Welcome to the forum Jon, is it threaded screw bars to attach strap to case i.e where spring bars normally go or to attach individual bracelet links together?


----------



## Pleonast (Aug 29, 2018)

Hi Brummie,

It is a double threaded bar to attach a strap to the lugs.


----------



## brummie1875 (May 2, 2016)

Screws and tube type?

What watch is it for?


----------



## Pleonast (Aug 29, 2018)

The tube is steel (1.3mm x 23mm). The screw heads are 2mm diameter and ~1mm thick. I don't care if these are brushed or polished, or even if the heads are of other finishes as they are recessed into the lugs and not really visible. In fact a gold screw might look good.


----------



## Pleonast (Aug 29, 2018)

Sorry, I missed the question on the watch. A U-Boat Classico copy (a good one).

Before the fake police get excited I must express that I do also possess originals (a Glashutte Senator 60's and a Revue Thommen Airspeed X-Large) and bought this on a whim as I liked the look of it and didn't fancy forking out £3k.

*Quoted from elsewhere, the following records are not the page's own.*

# ---------------------------------------------------------------------------
# Cored windings
# ---------------------------------------------------------------------------

def toroid_al(permeability, inner_d, outer_d, height):
    """Inductance factor of a rectangular-section toroidal core.

    ``AL = µ0 µr h ln(OD/ID) / (2π)``.

    Parameters
    ----------
    permeability : float or ndarray
        Relative permeability of the core material. [1]
    inner_d, outer_d : float or ndarray
        Inner and outer diameter of the core. [m]
    height : float or ndarray
        Core height (axial). [m]

    Returns
    -------
    AL : float or ndarray
        Inductance per turn squared. [H/turn²]

    References
    ----------
    .. [1] Ampère's law round a toroid of rectangular section; standard
       magnetics texts, e.g. C. W. T. McLyman, Transformer and Inductor
       Design Handbook, and common practice.

    Examples
    --------
    µr 2000, 20/40 mm, 10 mm high; by hand 2e-7 × 2000 × 0.01 × ln 2
    = 2.773 µH/turn²:

    >>> print(f"{toroid_al(2000, 0.02, 0.04, 0.01) * 1e6:.3f} µH")
    2.773 µH
    """
    return (MU0 * np.asarray(permeability, float) * np.asarray(height, float)
            * np.log(np.asarray(outer_d, float) / np.asarray(inner_d, float)) / (2 * math.pi))


def cored_strand_matrix(turns, al, coupling=1.0):
    """Strand inductance matrix of windings sharing one magnetic core.

    ``L_ij = k_ij · AL · N_i · N_j`` with ``k_ii = 1``.

    Parameters
    ----------
    turns : array_like, shape (strands,)
        Turns of each strand. [1]
    al : float
        Core inductance factor. [H/turn²]
    coupling : float or array_like, shape (strands, strands)
        Coupling coefficient between strands, 0…1; a scalar applies to every
        pair. [1]

    Returns
    -------
    L : ndarray, shape (strands, strands)
        Strand inductance matrix. [H]

    References
    ----------
    .. [1] Coupled-inductor relation M = k √(L1 L2); standard circuit and
       magnetics texts (common practice).

    Examples
    --------
    10 and 20 turns on AL = 2.5 µH, k = 0.98: L = AL N² on the diagonal,
    k AL N1 N2 off it:

    >>> print(cored_strand_matrix([10, 20], 2.5e-6, coupling=0.98) * 1e6)
    [[ 250.  490.]
     [ 490. 1000.]]
    """
    n = np.atleast_1d(np.asarray(turns, float))
    k = np.broadcast_to(np.asarray(coupling, float), (n.size, n.size)).copy()
    if np.any(k < 0) or np.any(k > 1):
        raise ValueError("coupling coefficients lie between 0 and 1")
    np.fill_diagonal(k, 1.0)
    return k * al * np.outer(n, n)
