"""Command line: ``windsheet size | traveller | signoff | register | demo | wires | bench``.

Results go to stdout, diagnostics to stderr.  A fault in the user's input is
one line on stderr and exit status 2; nothing is written.
"""

from __future__ import annotations

import functools
import json
import sys
from pathlib import Path
from typing import Optional

import typer

from . import fmt
from .errors import InputError

app = typer.Typer(add_completion=False, no_args_is_help=True, pretty_exceptions_enable=False,
                  rich_markup_mode=None,  # plain usage errors: a few lines, no boxes
                  context_settings={"help_option_names": ["-h", "--help"]})


def _show_version(value: bool):
    if value:
        from . import __version__

        typer.echo(f"windsheet {__version__}")
        raise typer.Exit(0)


@app.callback()
def _root(version: bool = typer.Option(False, "--version", is_eager=True, callback=_show_version,
                                       help="Print the version and exit.")):
    """Job sheets for coil winding: size an order, print its traveller, sign off the units.

    Exit status: 0 done (and every verdict a pass or marginal), 1 a verdict short of that
    (an insulation FAIL from size, a unit not passed at sign-off) or a batch with a refused
    order, 2 bad input (one line on stderr names the field or file; nothing is written).
    """


def guarded(fn):
    """Turn an InputError into one line on stderr and exit status 2."""
    @functools.wraps(fn)
    def wrapper(*args, **kwargs):
        try:
            return fn(*args, **kwargs)
        except InputError as exc:
            typer.echo(f"windsheet: {exc}", err=True)
            raise typer.Exit(2) from None
    return wrapper


# ---------------------------------------------------------------- formatting
def eng(value, unit: str, digits: int = 4) -> str:
    """A number with an SI prefix for the terminal: ``eng(6.12e-5, 'H') == '61.20 µH'``."""
    return fmt.eng(value, unit, sig=digits, sep=" ")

That sounds lame. I will buy any damn watch I like. I also possess fake artwork (oils), a fair few prints and some Asian homage copies of prints (I understand it's an Asian cultural thing).


----------



## brummie1875 (May 2, 2016)

I had a quick look at Esslinger and the eBay sellers of these things but kept coming up with only even numbered sizes or out of stock notices, will have another look tomorrow if I get time. :thumbsup:


----------



## Pleonast (Aug 29, 2018)

I keep doing the same (ebay, Otto Frei, Cousins, etc.), but only see even numbers as well. Thank you for looking.


----------